I have recently realised what those 3 words mean. Really.

I have always been the good student, good daughter, good practitioner, making effort and working hard.

Unfortunately I was purposeless at that time and all those effort drained me.

Then I needed to take things easy, let go of the need to be perfect, and learn how to trust my own abilities. To me it very much felt like giving in to mediocrity… (Although it’s not). It took me years.

And I have finally completed the circle. I am back to square one ready to focus, commit and willing to do the work.

I have made my peace with the idea of effort.

I know now how it feels to have a purpose.

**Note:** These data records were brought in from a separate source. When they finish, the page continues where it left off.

/**
 * The safety figures of a solved ladder, from its steady state and the netlist itself: the
 * voltage class of every node (REFERENCES §7 thresholds, see `safety.ts`), and per output the
 * smoothing stack it sees, the stack's charge and energy, the resistance that discharges it after
 * switch-off, the discharge time to 60 V (REFERENCES §6: τ = R·C_eq, t = τ·ln(V0/60 V)), the
 * largest bleeder that would discharge it within 5 s, and the §7 warnings. Screening values for
 * a design, not a certification: local codes and licensed practice govern.
 *
 * Discharge path: the DC resistance from the output to ground through resistors only, with every
 * voltage source switched off (0 V, a short), current sources and diodes open and capacitors
 * open — the bleeder, or a resistive load, or both. A load is not a bleeder (it can go open), so
 * the path's resistors are listed and the warnings say so when the load is the only path.
 */
import { solveDense } from '../linalg/dense-lu';
import type { Circuit } from '../mna/circuit';
import type { NodeMeasure, PeriodMeasures } from './period-measures';
import { bleederFor, classifyVoltage, dischargeTime, safetyWarnings, SAFETY_CAUTIONS, type SafetyWarning, type VoltageClass } from './safety';

export interface OutputSafety {
  node: string;
  /** Output mean to ground (V). */
  voltageV: number;
  /** Capacitance seen from the output with diodes open (the smoothing stack, F). */
  stackCapacitanceF: number;
  stackChargeC: number;
  stackEnergyJ: number;
  /** DC resistance from the output to ground through resistors (Ω); null when there is none. */
  dischargeResistanceOhm: number | null;
  /** Resistors that touch the output (the bleeder or load the path starts with). */
  dischargeResistors: string[];
  /** Time constant and times to 60 V and to 350 mJ through that path; null without a path. */
  discharge: { tauS: number; toSafeVoltageS: number; toSafeEnergyS: number } | null;
  /** Largest bleeder across this output that reaches 60 V within 5 s, its current and dissipation at V0. */
  bleederFor5s: { maxResistanceOhm: number; currentA: number; powerW: number };
  warnings: SafetyWarning[];
}

export interface SafetySummary {
  /** Voltage class of every node to ground. */
  nodes: Record<string, VoltageClass>;
  outputs: OutputSafety[];
  /** Energy in all capacitors at their mean voltages (J). */
  totalEnergyJ: number;
  /** The cautions to show beside any result. */
  cautions: string[];
}

/** DC resistance from `node` to ground through the resistors, sources shorted; null if open. */
export function resistanceToGround(circuit: Circuit, node: number): number | null {
  const n = circuit.size;
  const ground = n;
  if (node >= n) return null;
  // Switched-off voltage sources are shorts: merge their terminals.
  const parent = Int32Array.from({ length: n + 1 }, (_, i) => i);
  const find = (i: number): number => {
    while (parent[i] !== i) i = parent[i] = parent[parent[i]];
    return i;
  };
  for (const v of circuit.voltageSources) parent[find(v.ip)] = find(v.in);
  const edges: [number, number, number][] = [];
  for (const r of circuit.resistors) edges.push([r.ia, r.ib, r.conductanceS]);
  for (const d of circuit.diodes) if (d.ij !== d.ia) edges.push([d.ia, d.ij, 1 / d.rsOhm]);
  const start = find(node);
  const gnd = find(ground);
  if (start === gnd) return 0;
  // Classes reachable from the output through resistors.
  const adj = new Map<number, number[]>();
  for (const [a, b] of edges) {
    const ra = find(a);
    const rb = find(b);
    if (ra === rb) continue;
    (adj.get(ra) ?? adj.set(ra, []).get(ra)!).push(rb);
    (adj.get(rb) ?? adj.set(rb, []).get(rb)!).push(ra);
  }
  const index = new Map<number, number>();
  const queue = [start];
  const seen = new Set([start]);
  while (queue.length) {
    const c = queue.pop()!;
    if (c !== gnd) index.set(c, index.size);
    for (const d of adj.get(c) ?? []) {
      if (seen.has(d)) continue;
      seen.add(d);
      queue.push(d);
    }
  }
  if (!seen.has(gnd)) return null;
  const m = index.size;
  const a = new Float64Array(m * m);
  for (const [p, q, g] of edges) {
    const rp = find(p);
    const rq = find(q);
    if (rp === rq || !seen.has(rp)) continue;
    const ip = index.get(rp);
    const iq = index.get(rq);
    if (ip !== undefined) a[ip * m + ip] += g;
    if (iq !== undefined) a[iq * m + iq] += g;
    if (ip !== undefined && iq !== undefined) {
      a[ip * m + iq] -= g;
      a[iq * m + ip] -= g;
    }
  }
  const e = new Float64Array(m);
  e[index.get(start)!] = 1;
  const r = solveDense(a, m, e);
  if (!r.ok) return null;
  const ohm = r.x[index.get(start)!];
  return Number.isFinite(ohm) && ohm > 0 ? ohm : null;
}

export function safetySummary(circuit: Circuit, nodes: Record<string, NodeMeasure>, energy: PeriodMeasures['energy'], outputs: string[]): SafetySummary {
  const classes: Record<string, VoltageClass> = {};
  for (const [name, m] of Object.entries(nodes)) {
    classes[name] = classifyVoltage({ dcV: m.mean, peakV: Math.max(Math.abs(m.min), Math.abs(m.max)) });
  }
  const out: OutputSafety[] = [];
  for (const node of outputs) {
    const m = nodes[node];
    const seen = energy.outputs[node];
    const offset = circuit.nodeOffset.get(node);
    if (!m || !seen || offset === undefined) continue;
    const stack = { stackCapacitanceF: seen.capacitanceF };
    const ohm = resistanceToGround(circuit, offset);
    const discharge = ohm === null ? null : dischargeTime({ ...stack, bleederOhm: ohm, initialV: m.mean });
    const bleeder = bleederFor({ ...stack, initialV: m.mean });
    const touching = circuit.resistors.filter((r) => r.ia === offset || r.ib === offset).map((r) => r.name);
    out.push({
      node,
      voltageV: m.mean,
      stackCapacitanceF: seen.capacitanceF,
      stackChargeC: seen.chargeC,
      stackEnergyJ: seen.energyJ,
      dischargeResistanceOhm: ohm,
      dischargeResistors: touching,
      discharge: discharge && { tauS: discharge.tauS, toSafeVoltageS: discharge.toSafeVoltageS, toSafeEnergyS: discharge.toSafeEnergyS },
      bleederFor5s: { maxResistanceOhm: bleeder.maxResistanceOhm, currentA: bleeder.currentA, powerW: bleeder.powerW },
      warnings: safetyWarnings({
        outputV: m.mean,
        stackChargeC: seen.chargeC,
        stackEnergyJ: seen.energyJ,
        totalEnergyJ: energy.totalJ,
        dischargeToSafeS: discharge?.toSafeVoltageS,
      }),
    });
  }
  return { nodes: classes, outputs: out, totalEnergyJ: energy.totalJ, cautions: SAFETY_CAUTIONS };
}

I have learn how to keep the balance.

And above all I know how to trust myself. Unconditionally.

Focus. Commitment. Sheer will.

They are not taking any toll on my anymore.

I choose them.

And it feels good, uplifting and amazing to know that I have in me a self-regulation system.

I don’t have to second guess myself, I don’t have to follow a schedule, I don’t have to check on myself.

This state of utter freedom and trust really brings out the peace, serenity and joy that life has to offer.

A new week is starting. And life is good.